The flight over involved sitting among fifty or so people in our section of the aircraft who were flying to Kos for a wedding and so all knew, or knew of, each other and were keen to get reacquainted or drunk. I felt as though Siggy and I had gate-crashed someone’s party. The children were better behaved than the adults and I worried what might happen in the seemingly likely event that the flight attendants ran out of alcohol.
As a result there was no opportunity to have forty winks and little opportunity to start reading ‘To Kill A Mockingbird’ which required far more concentration that I was able to muster.
The arrival area of the airport was fairly typical and the only significant difference in comparison to Skiathos was that there was a decent gents toilets with fully working urinals. The coach transfer was pretty quick to where we were staying – The Mayflower Apartments – in fact we were the first drop off.
The Mayflower Apartments were at the time the number one hotel in Tigaki and supposedly the whole of Kos (our rep told us) on TripAdvisor. Even so it initially felt like a bit of come down in comparison to the Skiathos Premier in Troulos. The block we were in appeared to be a little dated, but the staff and hotel facilities were all excellent and everywhere was clean. It was a couple of hundred quid cheaper than our usual Skiathos fortnight so I can’t grumble. We had an apartment with bedroom, reception room, small kitchen area and a shower room. More about the shower room later.
The main strip of the seaside resort Tigaki on the North coast of the island of Kos was about ten minutes’ walk from The Mayflower, which I’m going to refer to as ‘our hotel’ for the rest of these posts for the sake of brevity. We unpacked quickly and then ventured out to the main strip. It was getting late and my belly was growling, so we ducked into the first taverna that looked like it had a free table – the elaborately named ‘Seven Dayz Mama’s kitchen of Kos’.

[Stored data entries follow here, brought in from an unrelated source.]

"""What it finds: an LED branch's resistor whose value is not in the E24 series, or is below
the house minimum (100 Ω unless the config says otherwise).

Why it matters: our assembly house stocks E24 values only; below about 100 Ω the LED's
current rests on the pin's output resistance, which the datasheet does not guarantee.

How it is computed: every resistor of every LED branch, its value against the E24 series
(IEC 60063) and the `least` setting.

Example: a 90 Ω resistor copied from a spreadsheet's result.

Fix: the nearest E24 value at or above the minimum, then check the LED's current again.

Sources: IEC 60063:2015 (E24 series); house practice (the 100 Ω floor).
"""

from drc.api import Rule, Setting, finding, format_quantity, is_preferred, nearest_preferred

RULE = Rule(id="house-preferred-resistor", severity="warning",
            summary="LED resistors from the E24 series and at least the house minimum",
            sources=("IEC 60063:2015 E24 series", "house practice: at least 100 ohm"),
            settings={"least": Setting(100.0, unit="ohm", help="the least resistance allowed"),
                      "series": Setting("E24", choices=("E6", "E12", "E24", "E48", "E96"))})


def check(design, settings):
    least, series = settings["least"], settings["series"]
    for branch in design.branches:
        for r in branch.resistors:
            if r.value is None:
                continue
            problems = []
            if not is_preferred(r.value, series):
                problems.append(f"not an {series} value (nearest {format_quantity(nearest_preferred(r.value, series), 'ohm')})")
            if r.value < least:
                problems.append(f"below the house minimum of {format_quantity(least, 'ohm')}")
            if problems:
                yield finding(r, f"{r.name} is {format_quantity(r.value, 'ohm')}: " + " and ".join(problems),
                              elements=[r.name] + [led.name for led in branch.leds], nets=branch.nets,
                              values={"resistance_ohm": r.value, "least_ohm": least},
                              fix=f"use an {series} value of at least {format_quantity(least, 'ohm')}")
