@dataclass
class Pump:
    """One pump: its pumping capacitors in ladder order, its diodes, its output net."""

    id: str                          # the first pumping capacitor's name
    topology: str                    # "doubler", "dickson", "bootstrap"
    stages: int
    capacitors: list[Element]        # the pumping capacitors, first stage first
    charge_diode: Element | None     # into the first pumped node
    transfer_diodes: list[Element]   # pumped node to pumped node, the last to the output
    reservoir: Element | None        # a capacitor from the output to ground
    output_net: str
    pins: list[str]                  # labels of the pins that lift it
    charge_from: str | None          # the rail's or pin's label the charge diode draws from
    elements: list[Element] = field(default_factory=list)
    # pin label -> the resistor through which that pin lifts a pumping capacitor, if any
    pin_resistors: dict[str, Element] = field(default_factory=dict)
    region: "PumpRegion | None" = None
    notes: list[str] = field(default_factory=list)

    @property
    def result(self):
        return self.region.result if self.region is not None else None


@dataclass
class PumpRegion:
    """The circuit one simulation covers: the pumps, the LED they feed and what joins them."""

    nets: list[str]
    elements: list[Element]
    pins: list          # analysis.Pin
    rails: list         # analysis.Supply
    leds: list          # analysis.Led
    pumps: list[Pump] = field(default_factory=list)
    result: object = None           # pumpmodel.PumpResult (first LED as the load)
    note: str | None = None
    signature: object = None        # the same for identical cells (drc.memo)


def classify(region_elements: list[Element], pin_nets: dict, rail_nets: dict,
             toggling: set | None = None, pin_labels: set | None = None,
             leds: set | None = None, through: dict | None = None) -> list[Pump]:
    """The pumps among a region's elements: chains of pumping capacitors joined by diodes.

    pin_nets maps a net to the pin on it, and also a plate net behind one series resistor
    from a toggling pin to that pin (such nets are in `toggling` too); `through` maps such
    a plate net to that resistor."""
    if toggling is None:
        toggling = {n for n, p in pin_nets.items() if p.drive == "toggle"}
    if pin_labels is None:
        pin_labels = {p.label for p in pin_nets.values()}
    caps = [e for e in region_elements if e.kind == "C" and len(e.nodes) == 2]
    # the LED is the load, never a charge or transfer diode
    diodes = [e for e in region_elements if e.kind == "D" and e.key not in (leds or ())]
    pumped: dict[str, Element] = {}
    for c in caps:
        a, b = c.nodes
        if a in toggling and b not in toggling and b != GROUND:
            pumped[b] = c
        elif b in toggling and a not in toggling and a != GROUND:
            pumped[a] = c

    def lifting_pin(c: Element) -> str:
        net = c.nodes[0] if c.nodes[0] in toggling else c.nodes[1]
        return pin_nets[net].label

    # the diodes as a directed graph, anode to cathode: a ladder is a path through it. Each
    # net's diodes out (and in) are grouped by the net at their other end, the groups in
    # order of first appearance (the order a networkx MultiDiGraph gives its edges in).
    out_of: dict[str, dict[str, list[Element]]] = {}
    into: dict[str, dict[str, list[Element]]] = {}
    for d in diodes:
        anode, cathode = d.nodes[0], d.nodes[1]
        if anode != cathode:
            out_of.setdefault(anode, {}).setdefault(cathode, []).append(d)
            into.setdefault(cathode, {}).setdefault(anode, []).append(d)

    def transfer_from(net):
        return [d for group in out_of.get(net, {}).values() for d in group]

    def charge_into(net):
        return [d for group in into.get(net, {}).values() for d in group]

    # a chain starts at a pumped node that no transfer diode from another pumped node feeds
    fed_from_pumped = {v for u in pumped for v in out_of.get(u, ())}
    pumps = []
    for start, cap in pumped.items():
        if start in fed_from_pumped:
            continue
        chain = [cap]
        transfers = []
        net = start
        while True:
            out = [d for d in transfer_from(net)]
            if not out:
                break
            d = out[0]
            transfers.append(d)
            net = d.nodes[1]
            if net in pumped and pumped[net] not in chain:
                chain.append(pumped[net])
                continue
            break
        charge = [d for d in charge_into(start) if d not in transfers]
        charge_diode = charge[0] if charge else None
        charge_from = None
        if charge_diode is not None:
            src = charge_diode.nodes[0]
            part = rail_nets.get(src) or pin_nets.get(src)
            charge_from = part.label if part is not None else None
        output = transfers[-1].nodes[1] if transfers else start
        # a reservoir: from the output to ground, or to a rail (the same to the pump's ripple)
        reservoir = next((c for c in caps if output in c.nodes and c.nodes[0] != c.nodes[1]
                          and all(n == output or n == GROUND or n in rail_nets for n in c.nodes)
                          and all(c is not x for x in chain)), None)
        if len(chain) >= 2:
            topology = "dickson"
        elif charge_diode is not None and transfers:
            topology = "doubler"
        else:
            topology = "bootstrap"
        pins = []
        pin_resistors = {}
        for c in chain:
            label = lifting_pin(c)
            if label not in pins:
                pins.append(label)
            plate = c.nodes[0] if c.nodes[0] in toggling else c.nodes[1]
            if through and plate in through:      # lifted through a series resistor
                pin_resistors[label] = through[plate]
        if charge_from is not None and charge_from not in pins and charge_from in pin_labels:
            pins.append(charge_from)
        elements = ([charge_diode] if charge_diode else []) + [x for pair in zip(chain, transfers + [None] * len(chain))
                                                                for x in pair if x is not None]
        for d in transfers[len(chain):]:
            elements.append(d)
        if reservoir is not None:
            elements.append(reservoir)
        elements.extend(r for r in pin_resistors.values() if r not in elements)
        pumps.append(Pump(id=cap.name, topology=topology, stages=len(chain), capacitors=chain,
                          charge_diode=charge_diode, transfer_diodes=transfers, reservoir=reservoir,
                          output_net=output, pins=pins, charge_from=charge_from, elements=elements,
                          pin_resistors=pin_resistors))
    return pumps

I ordered a pork chop and some chips – it was a ‘tapas’ kind of deal where the concept was you order a lot of different plates. A while later four chicken souvlaki arrived and I proceeded to tuck in and quickly got ticked off by one of the serving staff for eating someone else’s order. Sorry mate. He was offered my chop but didn’t want it. So while he waited for a new batch of kebabs to be cooked up I tucked in and tried not to show my amusement at causing trouble on day one. It’s the curse of the English not to complain when the order is wrong and then get in trouble for not complaining! It seemed like a case of damned if I do, damned if I don’t. A large Mythos helped me cope with the embarrassment.
We then had a wander around noticing bats flitting around quiet spots and the backlit menus outside of tavernas covered in bugs which looked more like baby crickets than mosquitos to my untrained eye.
Memories cocktail bar had been recommended to us by Siggy’s sister who had visited Tigaki the previous year and stayed at the Mythos Apartments a few doors down (in second place on TripAdvisor fyi). I had something called an Acapulco to drink and we immediately noticed that the cocktails were all about two Euros cheaper than in Skiathos. Yes I’m naturally going to be doing a lot of comparing, given that our last three summers were spent in Skiathos. Siggy typically chose a White Russian as her first drink.
It was late and we were tired out after the stressful flight over so we decided to try and find a supermarket to buy some water. We’d left it too late and found everywhere closed. So we walked back, missed a turning and if we hadn’t been on a straight road might have got lost. This seems to be par for the course for the first night somewhere new. Luckily a tactical bit of landmark spotting by Siggy earlier that night meant that we got back in time to the hotel to buy some water (and a couple more drinks) from the hotel bar which is open until 2am.
There seems to be a lot more insect life around Tigaki than Troulos. We had to do a seek and destroy around our apartment before we settled down for the night. The curtains didn’t quite fit the width of the French windows onto the balcony which bothered me until I found the next day that there was a pull across blind outside the windows that totally blocked out the outside light.